The Department of Labor has released its first communication regarding various immigration programs it has under its jurisdictions including PERM, H-1B, H-2A and H-2B petitions in connection with the pandemic.
The US Department of Labor’s Employment and Training Administration Office of Foreign Labor Certification issued an FAQ addressing a number of questions that have arisen related to the COVID-19 emergency. The agency indicated that it is fully operational, that PERM and H-1B e-filing systems are operating, and prevailing wage determinations and labor certifications are being processed.
Communicating with DOL
The agency indicated it will primarily be communicating with employers and lawyers via email. For correspondence normally sent by mail, if mail has been discontinued in a geographic area, OFLC will use email to reach the employer and their attorney.
If an employer or attorney needs to update their address with OFLC because of displacement associated with COVID-19, the FAQ provides process-specific guidelines for updating OFLC. For prevailing wage programs, H-2A, H-2B, and CW-1 temporary visa programs, and the Permanent Labor Certification Program, OFLC is providing web, email and phone methods of updating the agency. For H-1B, H-1B1, and E-3 visas, an email address and phone number are provided.
Extensions and Other Accommodations
OFLC “recognizes that the COVID-19 pandemic may have a significant impact on businesses and understands that some employers… may not be able to timely respond to requests for information and other correspondence.” Consequently, OFLC will grant extensions of time and deadlines for employers and their lawyers.
For prevailing wage, H-2A, H-2B, CW-2 and PERM, if a deadline is between March 13, 2020, through May 12, 2020, a response will be considered timely if received no later than May 12, 2020.
For PERM petitions, employers are normally required to begin recruiting efforts no more than 180 days before filing a PERM petition and to finish recruiting at least 30 days before filing. OFLC is now going to accept recruiting completed within 60 days after the regulatory deadlines have passed as long as the employer started recruiting within 180 days before the President’s March 13, 2020 emergency declaration. Delayed recruiting must have started on or after September 15, 2019, and the filing must occur by May 12, 2020.
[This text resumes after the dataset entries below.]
def _twin_pairs(
    rows: Rows, layer: Layer, limits: TwinUnitsSettings
) -> tuple[np.ndarray, np.ndarray, np.ndarray, str]:
    """Twin pairs (i, k, cos) by the activation's rules; searches within conv groups."""
    cosine, tolerance = limits.cosine, limits.norm_tolerance
    activation = layer.activation
    negative = activation in (Activation.IDENTITY, Activation.TANH)
    norms = rows.norms
    finite = np.isfinite(norms)  # a NaN or infinity anywhere in a row makes its norm so
    largest = float(norms[finite].max(initial=0.0))
    valid = finite & (norms > _TINY * largest) if largest > 0 else np.zeros_like(finite)
    per_group = layer.units // max(1, layer.groups)
    firsts, seconds, cosines = [], [], []
    method = "exact"
    for group in range(max(1, layer.groups)):
        lo, hi = group * per_group, (group + 1) * per_group
        if np.count_nonzero(valid[lo:hi]) < 2:
            continue
        extra = None if rows.extra is None else rows.extra[lo:hi]
        scale = None if rows.scale is None else rows.scale[lo:hi]
        a, b, cos, method = similar_pairs(
            Rows(rows.matrix[lo:hi], norms[lo:hi], extra, scale),  # a view of the group's rows
            cosine,
            negative,
            limits.exact_limit,
            limits.seed,
            usable=valid[lo:hi],
        )
        firsts.append(a + lo)
        seconds.append(b + lo)
        cosines.append(cos)
    if not firsts:
        empty = np.zeros(0, np.int64)
        return empty, empty, np.zeros(0), method
    first, second, cos = np.concatenate(firsts), np.concatenate(seconds), np.concatenate(cosines)
    if not activation.positive_homogeneous:
        big = np.maximum(norms[first], norms[second])
        keep = np.abs(norms[first] - norms[second]) <= tolerance * big
        first, second, cos = first[keep], second[keep], cos[keep]
    if activation is not Activation.IDENTITY and activation is not Activation.TANH:
        keep = cos > 0
        first, second, cos = first[keep], second[keep], cos[keep]
    return first, second, cos, method


def _components(first: np.ndarray, second: np.ndarray, units: int) -> list[np.ndarray]:
    """Connected components of the twin graph (vectorised union-find by label propagation)."""
    label = np.arange(units)
    while True:
        low = np.minimum(label[first], label[second])
        before = label.copy()
        np.minimum.at(label, first, low)
        np.minimum.at(label, second, low)
        label = label[label]  # pointer jumping
        if np.array_equal(label, before):
            break
    involved = distinct(np.concatenate([first, second]))
    groups: dict[int, list[int]] = {}
    for unit in involved.tolist():
        groups.setdefault(int(label[unit]), []).append(unit)
    return [np.array(sorted(g)) for g in groups.values() if len(g) > 1]


def _relative_scales(rows: Rows, members: np.ndarray, homogeneous: bool) -> np.ndarray:
    """t_j with r_j ≈ t_j·r_anchor (anchor = first member)."""
    taken = rows.take(members)
    anchor = taken[0]
    dots = np.asarray(taken @ anchor, dtype=np.float64)
    if homogeneous:
        return np.asarray(dots / float(anchor @ anchor), dtype=np.float64)
    return np.asarray(np.sign(dots), dtype=np.float64)


#: Two-member groups screened together per batch (float64 rows and consumer columns of both).
_PAIR_BATCH = 256
#: Relative margin of the batch screen: a pair this close to a limit goes through the exact
#: per-group path, whose float64 values may differ from the batch's in the last digits.
_MARGIN = 1e-6


def _quiet_pairs(
    rows: Rows,
    groups: list[np.ndarray],
    blocks: list[np.ndarray],
    homogeneous: bool,
    ratio_limit: float,
) -> set[int]:
    """Positions in ``groups`` of the two-member groups that can be neither lopsided nor
    cancelling (nor read by any consumer), screened in batches: a layer with many twins (units
    duplicated to widen it, say) has thousands of such pairs, and the per-group path takes
    about 0.15 ms of small numpy calls for each. Only pairs clear of every limit by
    ``_MARGIN`` are screened out, so the findings are those of the per-group path."""
    pairs = [number for number, members in enumerate(groups) if members.size == 2]
    quiet: set[int] = set()
    for start in range(0, len(pairs), _PAIR_BATCH):
        chosen = pairs[start : start + _PAIR_BATCH]
        a = np.array([groups[k][0] for k in chosen])
        b = np.array([groups[k][1] for k in chosen])
        ra, rb = rows.take(a), rows.take(b)
        dots = np.einsum("ij,ij->i", rb, ra)
        if homogeneous:
            with np.errstate(divide="ignore", invalid="ignore"):
                t = dots / np.einsum("ij,ij->i", ra, ra)
        else:
            t = np.sign(dots)
        ca, cb = _columns(blocks, a), t[:, None] * _columns(blocks, b)
        sa, sb = np.linalg.norm(ca, axis=1), np.linalg.norm(cb, axis=1)
        big, small = np.maximum(sa, sb), np.minimum(sa, sb)
        unread = big == 0  # the per-group path skips these: a dead-unit matter
        lopsided = big >= ratio_limit * small * (1 - _MARGIN)
        with np.errstate(divide="ignore", invalid="ignore"):
            gram = np.einsum("ij,ij->i", ca, cb)
            cos = gram / (sa * sb)
            share = np.sqrt(np.maximum(sa**2 + sb**2 + 2 * gram, 0.0)) / (sa + sb)
        cancelling = (cos <= _CANCEL_COSINE + _MARGIN) & (share <= _CANCEL_SHARE * (1 + _MARGIN))
        clear = unread | (np.isfinite(t) & ~lopsided & ~cancelling & np.isfinite(cos))
        quiet.update(k for k, is_clear in zip(chosen, clear.tolist(), strict=True) if is_clear)
    return quiet


def _merge(
    rows: Rows, members: np.ndarray, contributions: np.ndarray, t: np.ndarray
) -> _Group:
    strength = np.linalg.norm(contributions, axis=1) if contributions.size else np.abs(t)
    pick = int(np.argmax(strength))
    keep = int(members[pick])
    taken = rows.take(members)
    lengths = np.linalg.norm(taken, axis=1)
    cos = (taken @ taken[pick]) / (lengths * lengths[pick])
    scales: dict[int, float] = {}
    cosines: dict[int, float] = {}
    for index, unit in enumerate(members.tolist()):
        if unit == keep:
            continue
        scales[unit] = float(t[index] / t[pick])
        cosines[unit] = float(cos[index])
    return _Group(tuple(int(u) for u in members), keep, scales, cosines)


def _cancelling(contributions: np.ndarray, keep: int) -> tuple[float, tuple[int, int]] | None:
    """The most cancelling member pair as (‖v_a + v_b‖ / (‖v_a‖ + ‖v_b‖), (a, b)), if any.

    Every pair is compared in groups of up to ``_ALL_PAIRS`` members; in larger ones (a layer
    full of copies) only pairs with the kept member ``keep``, to stay linear in the group.
    """
    norms = np.linalg.norm(contributions, axis=1)
    if contributions.shape[0] > _ALL_PAIRS:
        dots = contributions @ contributions[keep]
        total = norms + norms[keep]
        sums = np.sqrt(np.maximum(norms**2 + norms[keep] ** 2 + 2 * dots, 0.0))
        share = np.divide(sums, total, out=np.ones_like(sums), where=total > 0)
        outer = norms * norms[keep]
        cos = np.divide(dots, outer, out=np.zeros_like(dots), where=outer > 0)
        hit = (cos <= _CANCEL_COSINE) & (share <= _CANCEL_SHARE)
        hit[keep] = False
        if not hit.any():
            return None
        other = int(np.flatnonzero(hit)[np.argmin(share[hit])])
        return float(share[other]), (keep, other)
    gram = contributions @ contributions.T
    outer = np.outer(norms, norms)
    cos = np.divide(gram, outer, out=np.zeros_like(gram), where=outer > 0)
    sums = np.sqrt(np.maximum(norms[:, None] ** 2 + norms[None, :] ** 2 + 2 * gram, 0.0))
    total = norms[:, None] + norms[None, :]
    share = np.divide(sums, total, out=np.ones_like(sums), where=total > 0)
    hit = (cos <= _CANCEL_COSINE) & (share <= _CANCEL_SHARE)
    np.fill_diagonal(hit, False)
    if not hit.any():
        return None
    candidates = np.argwhere(hit)
    best = candidates[np.argmin(share[hit])]
    return float(share[best[0], best[1]]), (int(best[0]), int(best[1]))


def _savings(
    layer: Layer, rows: Rows, members: np.ndarray, columns: np.ndarray | None, group: _Group
) -> tuple[int, float]:
    """(parameters, squared norm) saved by the merge; ``columns`` row p is unit members[p]."""
    norm_params = 0
    if layer.norm is not None:
        norm = layer.norm
        norm_params = sum(1 for n in (norm.scale, norm.shift, norm.mean, norm.var) if n)
    width = 0 if columns is None else columns.shape[1]
    per_unit = layer.fan_in + (1 if layer.bias else 0) + norm_params + width
    dropped = list(group.scales)
    squared = float(np.sum(rows.take(dropped) ** 2)) if dropped else 0.0
    if columns is not None:
        where = {int(unit): p for p, unit in enumerate(members.tolist())}
        u_keep = columns[where[group.keep]]
        merged = u_keep + sum(group.scales[k] * columns[where[k]] for k in dropped)
        squared += sum(float(columns[where[k]] @ columns[where[k]]) for k in dropped)
        squared -= float(merged @ merged - u_keep @ u_keep)
    return per_unit * len(dropped), squared


def _limited(mapping: dict[int, float], size: int) -> dict[str, float]:
    return {str(k): v for k, v in list(mapping.items())[:size]}
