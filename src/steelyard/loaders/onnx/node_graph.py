"""The ONNX node graph: scoped value names, stored tensors, and the walks over edges.

:class:`Graphs` walks the main graph and every If/Loop/Scan body. Value names are resolved
per scope (a body may use outer names and may shadow them), and each value gets a key that
is unique in the whole model: its own name when free, else ``<subgraph path>/<name>``.
Stored tensors (initializers, sparse initializers, Constant outputs) are keyed the same way.

:class:`Tracer` answers the questions layers need: what follows a layer's output (bias Add,
normalisation, activation) and which layers produced a layer's input, looking only through
ops that keep channel identity.
"""

from __future__ import annotations

from collections import defaultdict
from collections.abc import Mapping
from dataclasses import dataclass, field
from pathlib import Path
from typing import Any

from steelyard.errors import LoadError
from steelyard.graph import Activation, Norm, NormKind
from steelyard.loaders.onnx.lookthrough import Folder, View
from steelyard.loaders.onnx.stored import FileBytes, Node, Stored, constant, sparse, tensor, text

#: Deepest subgraph nesting walked (protobuf's own recursion limit stops far deeper files).
MAX_NESTING = 32
#: Steps any single forward walk may take.
MAX_STEPS = 256
#: Values one backward walk may visit before the answer is "unknown".
MAX_VISITS = 100_000
#: Most layers one value may be traced back to (a Concat of that many layer outputs is
#: "unknown"); keeps the memoised answers linear in the model's size.
MAX_SOURCES = 1024

_CONTROL_FLOW = ("If", "Loop", "Scan")
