"""The framework-neutral layer graph every loader produces and every rule reads.

A :class:`Checkpoint` holds lazily readable :class:`Tensor` objects and the :class:`Layer`
views built over them. A layer's weights are always exposed in one canonical orientation,
``[out, in/groups, *kernel]``, so rules never need to know where a file came from.
"""

from __future__ import annotations

import math
import struct
import zipfile
import zlib
from collections import Counter
from collections.abc import Callable, Mapping
from dataclasses import dataclass, field
from enum import Enum
from typing import TYPE_CHECKING, Any

import numpy as np

from steelyard.dtypes import to_float32
from steelyard.errors import UnreadableTensor

if TYPE_CHECKING:  # the structure is built after loading, by steelyard.transformer
    from steelyard.transformer.model import Structure


class Format(str, Enum):
    """Checkpoint container formats steelyard reads."""

    SAFETENSORS = "safetensors"
    ONNX = "onnx"
    KERAS_H5 = "keras-h5"
    KERAS = "keras"
    NPZ = "npz"
    PYTORCH = "pytorch"
    GGUF = "gguf"


class LayerKind(str, Enum):
    """Unit-producing operations with stored weights."""

    DENSE = "dense"
    CONV = "conv"
    CONV_TRANSPOSE = "conv-transpose"
    EMBEDDING = "embedding"
    RECURRENT = "recurrent"


class Activation(str, Enum):
    """The nonlinearity that follows a layer's units."""

    RELU = "relu"
    LEAKY_RELU = "leaky-relu"
    GELU = "gelu"
    SILU = "silu"
    SIGMOID = "sigmoid"
    TANH = "tanh"
    SOFTMAX = "softmax"
    HARD_SIGMOID = "hard-sigmoid"
    IDENTITY = "identity"
    UNKNOWN = "unknown"

    @property
    def positive_homogeneous(self) -> bool:
        """f(a·x) = a·f(x) for a > 0: rescaling a unit's row can be undone downstream."""
        return self in (Activation.RELU, Activation.LEAKY_RELU, Activation.IDENTITY)

    @property
    def relu_family(self) -> bool:
        """Zero (or nearly) for every negative pre-activation."""
        return self in (Activation.RELU, Activation.LEAKY_RELU)

    @property
    def non_negative_output(self) -> bool:
        """The output is never negative, so consumers see non-negative inputs."""
        return self in (
            Activation.RELU,
            Activation.SIGMOID,
            Activation.SOFTMAX,
            Activation.HARD_SIGMOID,
        )


class Link(str, Enum):
    """How a layer's ``inputs_from`` was established."""

    GRAPH = "graph"
    CONFIG = "config"
    INFERRED = "inferred"
    NONE = "none"


class TensorRole(str, Enum):
    """What a stored tensor is, which decides whether it counts as a parameter."""

    PARAMETER = "parameter"
    """A floating-point model tensor (weights, biases, norm parameters, running statistics)."""
    QUANTIZED = "quantized"
    """An integer weight tensor of a quantized model; counted as parameters."""
    BOOKKEEPING = "bookkeeping"
    """Integer shapes, indices, counters, position ids, scales' zero points: not counted."""
    OPTIMIZER = "optimizer"
    """Optimizer state: kept aside as gradient support, never counted."""


class NormKind(str, Enum):
    """Normalisations whose channels are a layer's units."""

    BATCH = "batch"
    LAYER = "layer"
    GROUP = "group"
    INSTANCE = "instance"
    RMS = "rms"


#: What a lazily called reader raises when the file's bytes are broken or too large (the
#: loaders' own checks raise LoadError, which passes through untouched). Anything else a read
#: raises is a bug of steelyard's.
_BROKEN_INPUT = (
    OSError,
    ValueError,
    EOFError,
    OverflowError,
    zipfile.BadZipFile,
    struct.error,
    zlib.error,
    MemoryError,
    RecursionError,
)


@dataclass(frozen=True, slots=True)
class Tensor:
    """One stored tensor, read only when asked."""

    name: str
    """Stored name (see the JSON contract for what that means per format)."""
    shape: tuple[int, ...]
    """Shape as stored."""
    dtype: str
    """Short stored dtype name, e.g. ``bf16`` or ``i64``."""
    role: TensorRole
    """Whether the tensor counts as a parameter."""
    reader: Callable[[], np.ndarray] = field(repr=False, compare=False)
    """Returns the decoded array in stored orientation (dtype as stored, native byte order)."""
    read_span: Callable[[int, int], np.ndarray] | None = field(
        default=None, repr=False, compare=False
    )
    """Optional: elements ``[start, stop)`` of the flattened tensor, dtype as stored. A loader
    that sets it promises both readers are safe to call from several threads at once; the
    audit then streams large tensors block by block instead of reading them whole."""
    stored_type: str | None = field(default=None, compare=False)
    """What the file stored when ``dtype`` is a decoded view of it (a GGUF ``Q4_K``, a packed
    ``gptq-int4``); None when ``dtype`` is the stored type."""
    read_bits: Callable[[int, int], np.ndarray] | None = field(
        default=None, repr=False, compare=False
    )
    """Optional, for ``bf16`` tensors with ``read_span``: elements ``[start, stop)`` as their
    uint16 bit patterns, so the audit widens them without decoding through ml_dtypes (whose
    import alone costs over a second with ml_dtypes 0.7)."""
    fill_span: Callable[[int, int, np.ndarray], None] | None = field(
        default=None, repr=False, compare=False
    )
    """Optional, for ``f32`` tensors with ``read_span`` (little-endian float32 bytes, or
    blocks decoded to float32 such as a dequantized GGUF tensor): writes elements
    ``[start, stop)`` into a C-contiguous float32 array of that many elements, so a streamed
    pass fills the layer's matrix directly instead of a fresh buffer it then copies (a third
    of a float32 layer's read time)."""
    factors: Callable[[], tuple[np.ndarray, np.ndarray]] | None = field(
        default=None, repr=False, compare=False
    )
    """Optional, for a tensor computed as a low-rank product (an adapter's update ΔW): its
    float64 factors ``(left [rows, r], right [r, row elements])``, the tensor being ``left @
    right`` rounded to float32, rows in stored order. What the factors determine (row and
    column sums of squares, a bound on every entry) the audit takes from them instead of a
    pass over the product, which may be thousands of times the factors' size."""

    @property
    def size(self) -> int:
        """Number of elements."""
        return math.prod(self.shape)

    def read(self) -> np.ndarray:
        """The array as stored (decoded, not converted).

        Raises :class:`~steelyard.errors.UnreadableTensor` when the bytes turn out broken."""
        try:
            return self.reader()
        except _BROKEN_INPUT as exc:
            raise UnreadableTensor(self.name, exc) from exc

    def read_part(self, start: int, stop: int) -> np.ndarray:
        """Elements ``[start, stop)`` of the flattened tensor through ``read_span`` (which
        must be set); broken bytes raise :class:`~steelyard.errors.UnreadableTensor`."""
        assert self.read_span is not None, "read_part needs a loader that sets read_span"
        try:
            return self.read_span(start, stop)
        except _BROKEN_INPUT as exc:
            raise UnreadableTensor(self.name, exc) from exc

    def widen_part(self, start: int, stop: int, out: np.ndarray) -> None:
        """Elements ``[start, stop)`` of the flattened tensor, exactly, as float32 into ``out``
        (``read_span`` must be set); broken bytes raise :class:`~steelyard.errors.UnreadableTensor`."""
        from steelyard.streaming import convert_into, widen_bf16_bits

        if (
            self.fill_span is not None
            and out.dtype == np.float32
            and out.flags.c_contiguous
            and out.size == stop - start
        ):
            try:
                self.fill_span(start, stop, out)
            except _BROKEN_INPUT as exc:
                raise UnreadableTensor(self.name, exc) from exc
            return
        if self.read_bits is None or self.dtype != "bf16":
            convert_into(self.read_part(start, stop), out)
            return
        try:
            bits = self.read_bits(start, stop)
        except _BROKEN_INPUT as exc:
            raise UnreadableTensor(self.name, exc) from exc
        widen_bf16_bits(bits, out)

    def read_float32(self) -> np.ndarray:
        """The array converted to float32 for analysis (chunk by chunk when it can be)."""
        if self.read_span is not None and self.dtype != "f32" and self.size:
            from steelyard.streaming import float32_from_parts

            return float32_from_parts(self.widen_part, self.shape)
        return to_float32(np.asarray(self.read()))


@dataclass(frozen=True, slots=True)
class RowSlice:
    """An ``orient`` that takes rows ``[start, stop)`` of the stored tensor's first axis
    (every row when ``stop`` is None) and reorders nothing else.

    A layer whose ``orient`` is a RowSlice has a canonical matrix that is one contiguous run
    of the stored elements, so the audit can stream it row-block by row-block.
    """

    start: int = 0
    stop: int | None = None

    def __call__(self, array: np.ndarray) -> np.ndarray:
        if self.start == 0 and self.stop is None:
            return array
        return array[self.start : self.stop]


@dataclass(frozen=True, slots=True)
class ColumnSlice:
    """An ``orient`` that takes columns ``[start, stop)`` of a 2-D stored tensor (every column
    when ``stop`` is None) and transposes them: the canonical rows are stored columns, as in
    GPT-2's Conv1D, a weight declared ``in-out``, or one gate of a transposed recurrent matrix.

    The audit then reads the stored rows in cache-sized runs and transposes each into place
    (:func:`steelyard.tiled_copy.transposed_from_parts`) instead of reading the whole tensor
    and copying it across.
    """

    start: int = 0
    stop: int | None = None

    def __call__(self, array: np.ndarray) -> np.ndarray:
        return np.asarray(array[:, self.start : self.stop].T)


@dataclass(frozen=True, slots=True)
class Norm:
    """A normalisation whose channels are one layer's units."""

    kind: NormKind
    scale: str | None
    """Tensor name of γ (None when the norm has no affine scale)."""
    shift: str | None = None
    """Tensor name of β."""
    mean: str | None = None
    """Running mean (batch normalisation in inference form)."""
    var: str | None = None
    """Running variance (batch normalisation in inference form)."""
    eps: float = 1e-5


@dataclass(frozen=True, slots=True)
class Constraint:
    """A weight constraint declared in the file (Keras ``kernel_constraint``)."""

    kind: str
    """``max-norm``, ``unit-norm``, ``non-neg`` or ``min-max-norm``."""
    max_value: float | None = None
    min_value: float | None = None
    rate: float = 1.0
    """Canonical-view axes the norm is taken over is always 'all but the unit axis'
    when ``per_unit`` is True; otherwise the declared axes did not map onto units."""
    per_unit: bool = True


@dataclass(frozen=True, slots=True)
class Regularizer:
    """A weight penalty declared in the file: l1·Σ|w| + l2·Σw² (Keras convention)."""

    l1: float = 0.0
    l2: float = 0.0


@dataclass(frozen=True, slots=True)
class Layer:
    """A unit-producing op with stored weights, in canonical orientation."""

    name: str
    kind: LayerKind
    weight: str
    """Stored name of the weight tensor."""
    bias: str | None
    units: int
    """Rows of the canonical view."""
    in_per_group: int
    kernel: tuple[int, ...]
    groups: int
    activation: Activation
    weight_view: Callable[[], np.ndarray] = field(repr=False, compare=False)
    """Returns float32 ``[units, in_per_group, *kernel]``."""
    bias_view: Callable[[], np.ndarray] | None = field(default=None, repr=False, compare=False)
    """Returns float32 ``[units]``."""
    orient: Callable[[np.ndarray], np.ndarray] | None = field(
        default=None, repr=False, compare=False
    )
    """Maps an array shaped like the stored weight tensor to the canonical view; used to
    put optimizer moments and gradient sidecars in the layer's orientation."""
    norm: Norm | None = None
    inputs_from: tuple[str, ...] = ()
    """Names of the layers whose units are this layer's inputs (in input order)."""
    linked_by: Link = Link.NONE
    gate: str | None = None
    """For recurrent layers split per gate: which gate (e.g. ``i``, ``f``, ``g``, ``o``)."""
    constraint: Constraint | None = None
    regularizer: Regularizer | None = None
    from_input: bool = False
    """The layer reads the model's own inputs (graph inputs), which is where interval bound
    propagation from a declared input range starts."""
    channels_last_inputs: bool = False
    """A flattening between producer convolutions and this dense layer ran channels-last
    (Keras): input j·spatial… belongs to channel j otherwise, to channel j mod C here."""
    is_output: bool = False
    """Feeds no other layer while at least one layer feeds it (a model head)."""
    aux: tuple[str, ...] = ()
    """Other stored tensors this layer's weights are made from (quantization scales and zero
    points, a weight-norm gain, a second recurrent matrix): they count as covered."""

    @property
    def tensor_names(self) -> tuple[str, ...]:
        """Every stored tensor the layer reads: weight, bias, norm parameters, ``aux``."""
        names = [self.weight]
        if self.bias is not None:
            names.append(self.bias)
        if self.norm is not None:
            names += [
                n
                for n in (self.norm.scale, self.norm.shift, self.norm.mean, self.norm.var)
                if n is not None
            ]
        names += self.aux
        return tuple(names)

    @property
    def fan_in(self) -> int:
        """Inputs per unit: (in/groups) × prod(kernel)."""
        return self.in_per_group * math.prod(self.kernel)

    def matrix(self) -> np.ndarray:
        """The canonical weights flattened to ``W[units, fan_in]`` float32."""
        return self.weight_view().reshape(self.units, self.fan_in)

    def bias_vector(self) -> np.ndarray | None:
        """Bias as float32 ``[units]`` or None."""
        return None if self.bias_view is None else self.bias_view().reshape(self.units)
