class StorageTable:
    """Resolves persistent ids to checked :class:`StorageRef` records."""

    def __init__(self, path: Path, source: StorageSource, deferred: bool = False) -> None:
        self.path = path
        self.source = source
        self.refs: dict[str, StorageRef] = {}
        # Legacy files list storage bytes after the pickle: sizes are checked afterwards.
        self.deferred = deferred

    def persistent_load(self, pid: object) -> StorageRef:
        kind, key, location, numel, view = parse_storage_id(pid)
        if view is not None:
            raise Unsupported(f"uses pre-1.6 storage views; {REREAD}")
        known = self.refs.get(key)
        if known is not None:
            if known.kind != kind or known.numel != numel:
                raise LoadError(self.path, f"storage {key!r} is described twice, differently")
            return known
        ref = StorageRef(kind=kind, key=key, location=location, numel=numel)
        if not self.deferred:
            self.check(ref)
            self.source.charge(key)
        self.refs[key] = ref
        return ref

    def check(self, ref: StorageRef) -> None:
        have = self.source.nbytes(ref.key)
        if have is None:
            raise LoadError(self.path, f"refers to storage {ref.key!r}, which the file lacks")
        if ref.kind.untyped:
            need = ref.numel
        elif ref.kind.dtype is None:
            return  # undecodable dtype: refused if a tensor we read uses it
        else:
            need = ref.numel * ALL_DTYPES[ref.kind.dtype].itemsize
        if need != have:
            raise LoadError(
                self.path,
                f"storage {ref.key!r} claims {ref.numel} elements of {ref.kind.torch_name} "
                f"({need} bytes) but its record holds {have} bytes",
            )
Labor Condition Application Posting Requirements for H-1B, H-1B1 and E-3 Cases
OFLC addressed the issue of employers forced to locate workers to “worksite locations unintended at the time” an LCA was submitted. DOL noted that if an employee is moving to a new job located within the same area of employment, a new LCA is not required. The rule is that employers with an approved LCA may move workers to other worksite locations, without the need to file a new LCA, as long as the new worksite is within the same area of intended employment covered by the approved LCA (in other words, within the same metro area).
While it may not be necessary to file a new LCA, the employer is still obligated to post a notice when an employee moves locations. OFLC has made a change in response to the emergency regarding the timing requirement for the posting of the existing LCA notice. Notice will now be considered timely when placed as soon as practical and no later than 30 calendar days after the worker begins work at the new worksite location.
Employers with approved LCAs can move H-1B workers to unintended worksites outside the area of intended employment under the short-term placement rules. Under those provisions, no new filing is required when a worker is sent to a location for a period not to exceed a total of 30 days in a one-year period for any H-1B nonimmigrant. That number can go up to 60 days if three conditions are met:
- The worker continues to maintain an office at the permanent worksite;
- The worker spends a substantial amount of time at the permanent worksite in a one-year period; and
- The worker’s US residence is located in the area of the permanent worksite and not in the area of the short-term worksite.
With respect to new H-1B filings requiring new LCAs, the Department of Labor is not making any accommodations and notice still needs to be provided as normal. They did remind employers about the option of electronic notification to employees. A Department of Labor field memorandum outlining electronic posting procedures can be found here.
PERM Notices of Filing
PERM rules require an employer to post a Notice of Filing the ETA-9089 for 10 consecutive business days and completed at least 30 days before the date on which the employer files the ETA-9089 and it must be filed in the period when recruiting is conducted (no earlier than 180 days before filing the ETA-9089 and later than 30 days before filing the ETA-9089). As accommodation to employers impacted by the pandemic, OFLC will accept NOFs posted within 60 days after the deadlines have passed provided the employer initiated the recruitment within 180 days preceding the President’s emergency declaration on March 13, 2020.
Layoffs of H-2A, H-2B or CW-1 workers
Employers can request approval to terminate workers before the end date of work by submitting a request for “contract impossibility” along with the full case number in the email subject line to [email protected]. Employer responsibilities continue until getting a favorable determination from the Certifying Officer.
Emergency H-2A filings
DOL is waiving the time period for filing for employers who did not file H-2As in the prior year’s agricultural season or for employers that have other good cause, providing the Certifying Officer has time to test the domestic labor market on an expedited basis. Good cause may include the substantial loss of US workers due to pandemic health issues or similar conditions. The timeframes can be waived by filing for a waiver.